Ionic mechanisms underlying excitatory effects of serotonin on embryonic rat motoneurons in long-term culture

Abstract

The actions of serotonin were investigated on motoneurons isolated from embryonic day 14 rat spinal cord and enriched by metrizamide density gradient centrifugation. Trophic support was provided by a spinal cord glial monolayer, ciliary neurotrophic factor and heat-inactivated serum. Cultures were maintained for 17–83 days and investigated using whole-cell patch-clamp recording. Serotonin evoked slow depolarizations (6.2±0.7 or 9.3±1.3 mV in the presence of 6-cyano-7-nitroquinoxaline-2,3-dione and strychnine, ec 50 8.2 nM), which were reversibly blocked by 0.1 μM ketanserin. Serotonin generated synaptic potentials in motoneurons, lowered the threshold for repetitive firing and changed the slope of the current intensity–firing frequency relationship.
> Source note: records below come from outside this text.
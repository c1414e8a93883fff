/**
 * The headless run, apart from the solver it calls: elaborate → topology checks → simulate, then the sweep (the
 * other analyses repeated for each value of one parameter, by elaborating again with that parameter overridden).
 * `run.ts` binds it to the solver; tests can bind it to any function of the same type.
 */
import { elaborate } from "./circuit/elaborate";
import { checkTopology } from "./circuit/topology";
import type { ElaboratedCircuit } from "./circuit/types";
import { BASE_VARIANT, checkTargets, type FiguresByVariant, variantsNeeded } from "./analyses/targets";
import type { OutputDocument, SimulationResult, SweepPoint, TargetCheck } from "./results";

export type Simulate = (circuit: ElaboratedCircuit) => SimulationResult;

export interface RunOptions {
  variant?: string;
}

/** A copy of `value` with every non-finite number (NaN, ±Infinity) replaced by null, as the contract requires. */
export function withFiniteNumbers<T>(value: T): T {
  if (typeof value === "number") return (Number.isFinite(value) ? value : null) as T;
  if (Array.isArray(value)) return value.map((item) => withFiniteNumbers(item)) as T;
  if (ArrayBuffer.isView(value)) return withFiniteNumbers(Array.from(value as unknown as ArrayLike<number>)) as T;
  if (value !== null && typeof value === "object") {
    return Object.fromEntries(Object.entries(value).map(([k, v]) => [k, withFiniteNumbers(v)])) as T;
  }
  return value;
}

function solve(simulate: Simulate, circuit: ElaboratedCircuit): SimulationResult {
  checkTopology(circuit);
  return simulate(circuit);
}

export function runWith(simulate: Simulate, file: unknown, options: RunOptions = {}): OutputDocument {
  const circuit = elaborate(file, { variant: options.variant });
  const { sweep, ...others } = circuit.analyses;
  const result = solve(simulate, { ...circuit, analyses: others });
  // key order as in the contract's document: op, ac, noise, figures, sweep
  const document: OutputDocument = {
    ...(result.op && { op: result.op }),
    ...(result.ac && { ac: result.ac }),
    ...(result.noise && { noise: result.noise }),
    ...(result.transient && { transient: result.transient }),
    ...(result.distortion && { distortion: result.distortion }),
    ...(result.ripple && { ripple: result.ripple }),
    figures: result.figures,
  };
  if (sweep) {
    document.sweep = sweep.values.map((value): SweepPoint => {
      const swept = elaborate(file, { variant: options.variant, parameters: { [sweep.parameter]: value } });
      // a sweep point repeats the primary analyses only, not the Monte Carlo spread
      const { sweep: _repeat, spread: _spread, ...analyses } = swept.analyses;
      return { value, figures: solve(simulate, { ...swept, analyses }).figures };
    });
  }
  if (result.spread) document.spread = result.spread;
  if (circuit.targets.length > 0) document.checks = targetChecks(simulate, file, circuit, result, options);
  return withFiniteNumbers(document);
}

/**
 * The contract's `checks`: a target without a variant is held against the run itself (the base design, or the
 * `--variant` chosen); a target for another variant runs that variant's primary analyses (no sweep, no spread).
 */
function targetChecks(
  simulate: Simulate,
  file: unknown,
  circuit: ElaboratedCircuit,
  result: SimulationResult,
  options: RunOptions,
): TargetCheck[] {
  const byVariant: FiguresByVariant = { [BASE_VARIANT]: result.figures };
  if (options.variant !== undefined) byVariant[options.variant] = result.figures;
  for (const name of variantsNeeded(circuit.targets)) {
    if (byVariant[name]) continue;
    const other = elaborate(file, { variant: name });
    const { sweep: _sweep, spread: _spread, ...analyses } = other.analyses;
    byVariant[name] = solve(simulate, { ...other, analyses }).figures;
  }
  return checkTargets(circuit, byVariant);
}
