"""The translator, construct by construct, judged by what CPython does.

Every test translates a real function, evaluates the predicted outcome on
concrete inputs and compares it with calling the function. Tests never look
at the shape of the IR terms. Where a test is about a particular case (a
division by zero only reached on some inputs, say) it also checks that the
inputs do reach that case, so it cannot pass vacuously.
"""

from __future__ import annotations

import pytest

from refines.errors import Untranslatable

from semantics_helpers import SMALL, check_agrees, grid, line_of, translated

WIDE = tuple(range(-4, 5)) + (10**30, -(10**30))


def results(t, inputs):
    return [t.run(*args) for args in inputs]


def raised(t, inputs, exc):
    """The inputs on which CPython raises ``exc``."""
    return [args for args in inputs if t.run(*args) == ("raised", exc)]


# ---------------------------------------------------------------- statements

def test_assignment_and_reassignment():
    check_agrees("""
    def f(x: int, y: int) -> int:
        a = x + 1
        b = a * y
        a = b - x
        c = d = a + b
        return c * 10 + d - a
    """, WIDE)


def test_annotated_assignment():
    check_agrees("""
    def f(x: int) -> int:
        total: int = x * 3
        return total - 1
    """, WIDE)


@pytest.mark.parametrize("op", ["+=", "-=", "*=", "//=", "%="])
def test_augmented_assignment(op):
    t = check_agrees(f"""
    def f(x: int, y: int) -> int:
        acc = x
        acc {op} y
        acc {op} 3
        return acc
    """, WIDE)
    if op in ("//=", "%="):
        assert raised(t, grid(WIDE, WIDE), ZeroDivisionError)
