"""What the translator believes a function does, for people to review.

``--refines-explain`` prints, for every obligation whose body is translated:

* the before/after relation the translation computed, as cases in Python
  syntax: ``when age <= 14: result == 1100``, ``when len(name) == 0: raises
  IndexError``, ``b.slots == old(b.slots) + n`` for an object changed in place.
  Values that untranslated parts produce are named ``unknown_1``,
  ``unknown_2``, ... and the parts are listed;
* what the function guarantees about its result under ``assuming``. Where the
  parameters and the result are ints and bools in linear arithmetic, this is
  the strongest postcondition, ``exists x. assuming(x) and S(x, result)``,
  with the parameters eliminated by the solver (``eliminate.exists``), checked
  both ways. Elsewhere it is a list of facts the solver proves (bounds on an
  int or a length, a float that is never NaN, a value that is never None),
  true but not necessarily the strongest; the label says which.

Conditions are made readable and checked like preconditions (``readable``);
the values are printed from the translation's own terms. A case or fact that
could not be made readable or checked within the budget is left out and
counted in the note.
"""

from __future__ import annotations

import re
from dataclasses import dataclass, field
from typing import Dict, List, Optional, Tuple

import z3

from refines import eliminate, heap, ir
from refines.readable import cases as value_cases, print_cubes, printed, readable

MAX_CASES = 12  # cases of one if-then-else value before it is printed whole
MAX_PRINTED = 300  # operations in a printed value
GALLOP = 64  # doublings before a bound counts as absent

STRONGEST = "strongest"  # the guarantee is the strongest postcondition
FACTS = "facts"  # proved facts, not necessarily the strongest


@dataclass
class Explanation:
    """Plain text, JSON-able."""

    cases: List[Tuple[str, str]] = field(default_factory=list)  # (when, then)
    unknowns: str = ""  # what unknown_1, unknown_2, ... stand for
    assuming: Optional[str] = None  # the assuming text the guarantee is under
    guarantee: List[str] = field(default_factory=list)
    guarantee_kind: str = FACTS
    note: str = ""

    def to_json(self) -> dict:
        return {"relation": [{"when": w, "then": t} for w, t in self.cases],
                "unknowns": self.unknowns or None, "assuming": self.assuming,
                "guarantee": list(self.guarantee), "guarantee_kind": self.guarantee_kind,
                "note": self.note or None}


def explain(ob, behaviour: ir.Behaviour, spec, solver) -> Explanation:
    params = ob.params
    out = Explanation(assuming=ob.assuming.text if ob.assuming is not None else None)
    names = _Names()
    effects = {id(o): _effects(o, params) for o in behaviour.outcomes if o.returns}
    changes = any(effects.values())
    skipped = 0
    grouped: Dict[str, List[ir.Term]] = {}
    order: List[str] = []
    for o in behaviour.outcomes:
        for guard, then in _ends(o, effects.get(id(o), []), params, names, changes, solver):
            if then not in grouped:
                grouped[then] = []
                order.append(then)
            grouped[then].append(guard)
    for then in order:
        guard = ir.or_(*grouped[then])
        if solver.check(guard)[0] == z3.unsat:
            continue  # no input ends this way
        when = _condition(guard, params, names, changes, solver)
        if when is None:
            skipped += 1
            continue
        out.cases.append(("always" if when == "True" else when, then))
    shown = " ".join(w + " " + t for w, t in out.cases)
    used = [n for n in names.index.values() if re.search(rf"\b{n}\b", shown)]
    if used:
        out.unknowns = ", ".join(used) + ": values the untranslated parts give (" \
            + "; ".join(behaviour.untranslated) + ")"
    out.guarantee, out.guarantee_kind, lost = _guarantee(behaviour, spec, params, solver)
    skipped += lost
    if skipped:
        out.note = (f"{skipped} part(s) could not be printed readably or checked within "
                    f"the budget and are left out")
    return out
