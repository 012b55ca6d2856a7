"""Provenance of a run: its manifest, checks against it, and a citable archive.

``results/<run>/manifest.json`` holds the SHA-256 of every input and result
file, the resolved config (defaults filled in), the trees used, software
versions and the platform. Only its ``invocation`` block (command line,
working directory, start and end times) changes from one identical run to the
next; result files carry no times, so their checksums repeat.

An archive ``<run>-archive.tar.gz`` holds one folder::

    <run>-archive/
      README.txt        what is here; how to check it and run it again
      CITATION.cff      citation metadata (Citation File Format 1.2.0)
      config.yaml       the resolved config, its input paths pointing into inputs/
      inputs/<role>/    the trees, trait table (and reference tree) and the config file(s)
      results/<run>/    manifest.json, methods.md, tables/, plots/
      SHA256SUMS        checksum of every other file (``sha256sum -c SHA256SUMS`` reads it)

Beside the archive: ``<run>-archive.tar.gz.sha256`` and ``CITATION.cff``
naming the archive's checksum. ``verify`` rechecks an archive, an unpacked
archive or a run folder and names every changed, missing or extra file.
"""

from __future__ import annotations

import copy
import hashlib
import importlib.metadata
import io
import json
import os
import platform
import tarfile
from dataclasses import dataclass, field
from datetime import datetime, timezone
from pathlib import Path, PurePosixPath

import yaml

from ..data.config import tree_sets
from ..data.trees import describe_rooting
from ..errors import InputError

MANIFEST = "manifest.json"
SUMS = "SHA256SUMS"
FORMAT_VERSION = 1
# Config keys that name input files: (role, key path). A stage that adds a file
# key adds it here, so the manifest hashes it and the archive packs it.
INPUT_KEYS = (
    ("trees", ("trees", "file")),
    ("traits", ("traits", "file")),
    ("reference_tree", ("ancestral", "reference_tree")),
)
# Distribution names of the software recorded in the manifest.
PACKAGES = (
    "mkforest",
    "snakemake",
    "numpy",
    "scipy",
    "dendropy",
    "pandas",
    "matplotlib",
    "numba",
    "pyyaml",
)
KEYWORDS = [
    "phylogenetic comparative methods",
    "Mk model",
    "categorical traits",
    "model selection",
    "phylogenetic uncertainty",
]


# --------------------------------------------------------------------------- checksums


def sha256_file(path) -> str:
    h = hashlib.sha256()
    with open(path, "rb") as fh:
        for block in iter(lambda: fh.read(1 << 20), b""):
            h.update(block)
    return h.hexdigest()


def sha256_bytes(data: bytes) -> str:
    return hashlib.sha256(data).hexdigest()


def file_record(path, name: str) -> dict:
    path = Path(path)
    return {"path": name, "sha256": sha256_file(path), "bytes": path.stat().st_size}


def now_utc() -> str:
    return datetime.now(timezone.utc).isoformat(timespec="seconds")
The inward current evoked by serotonin (−147±15.2 pA) was ascribed to a complex ionic mechanism, which varied amongst neurons in the sampled population. It was due to closure of barium-sensitive potassium channels, effects on I h and increase in a separate mixed cation current which comprised both transient voltage-sensitive and sustained components. We conclude that serotonergic responses develop in motoneurons cultured under these conditions in the absence of serotonergic input, sensory neurons or many interneurons.